Regulation Has Not Kept Pace
In Kenya, the Business Laws (Amendment) Act 2024 now requires all non-deposit-taking credit providers, including BNPL platforms, to obtain licenses from the Central Bank of Kenya. Closer regulatory scrutiny is probably inevitable across the continent. In West Africa, the regulatory framework for BNPL remains unclear in most markets.
That ambiguity cuts both ways. On one hand, it has allowed providers to experiment without the compliance overhead that formal licensing brings. On the other hand, the absence of clear rules has slowed institutional partnerships, made it harder to attract patient capital, and left consumers with limited recourse when things go wrong. The CBN’s Policy Insight Series 2025 signals a deliberate shift toward structured fintech regulation, a move welcomed by investors but which will introduce new compliance costs for smaller BNPL operators who have been operating in the grey.
For Francophone West African countries like Côte d’Ivoire, Senegal, and Mali, the ECOWAS-wide regulatory landscape adds another layer of complexity. Digital lending rules vary significantly, and regulatory fragmentation across the region can account for 15 to 30 percent of revenues in compliance costs for cross-border operators. For a BNPL startup operating on thin margins, that figure is difficult to absorb.
The Macroeconomic Drag
None of this plays out in a vacuum. Nigeria’s inflation hit 34.8% in 2024, and while it has moderated somewhat since, the naira’s volatility has made the economics of debt-funded lending genuinely difficult. When local currency depreciates sharply, the real cost of dollar-denominated debt facilities rises faster than a provider can reprice its products. Several fintech lenders operating in Nigeria have had to pull back product offerings or raise rates to compensate, neither of which improves consumer uptake.
Inflation also changes consumer behaviour in ways that complicate the BNPL model. As one analyst noted at a BusinessDay credit financing panel, demand for BNPL is growing partly because prices of desired assets rise faster than Nigerians can save. That is a reasonable observation, but it also means borrowers are stretching further. Default risk tends to rise with it.
What Has Worked, and Where Things Are Headed
Not everything is stalled.

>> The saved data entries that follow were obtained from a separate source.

import type { ErrorCode } from './contract/errors';
import { errorStatus } from './contract/errors';

export interface FieldProblem {
  path: string;
  message: string;
}

/**
 * An expected failure. `message` is for the log, `userMessage` for people: what happened, what is safe, what to do next.
 */
export class AppError extends Error {
  readonly status: number;
  readonly userMessage: string;
  readonly fields: FieldProblem[] | undefined;

  constructor(
    readonly code: ErrorCode,
    options: { message?: string; userMessage: string; fields?: FieldProblem[]; cause?: unknown },
  ) {
    super(options.message ?? options.userMessage, { cause: options.cause });
    this.name = 'AppError';
    this.status = errorStatus[code];
    this.userMessage = options.userMessage;
    this.fields = options.fields;
  }
}

/** The one answer to an id, slug or address that is not there or belongs to another group. */
export function notFound(what: string): AppError {
  return new AppError('not_found', {
    userMessage: `This ${what} is not here. It may have been deleted, or it belongs to another group.`,
  });
}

Jumia’s 2024 partnership with CredPal and Easybuy to offer instalment payments at checkout represents the kind of embedded BNPL integration that works, while attaching credit to an existing transaction moment rather than asking consumers to seek it out separately. The model lets merchants receive funds upfront while the BNPL provider takes on the repayment risk. Fintechs are also beginning to use alternative data like mobile usage patterns, transaction histories, and social signals to build credit scores for people without formal financial records. This is a meaningful step toward solving the foundational data problem.
The path to scale in West Africa is not impossible. It is just longer and more expensive than the initial product roadmaps assumed. BNPL providers that survive the next phase will likely be those that have built deep merchant networks in specific verticals across electronics, healthcare, and education rather than chasing the mass market with undifferentiated credit. They will need balance sheets strong enough to absorb local currency risk. And they will need to invest in credit bureau contributions that improve the broader ecosystem, even when short-term competitive logic suggests otherwise.
The demand is real. The market will grow. But the gap between projections and reality in West African BNPL is largely a story about infrastructure: credit data, regulatory clarity, merchant density, and macroeconomic stability rather than a failure of consumer appetite. Until that infrastructure matures, providers will keep running hard to stay in one place.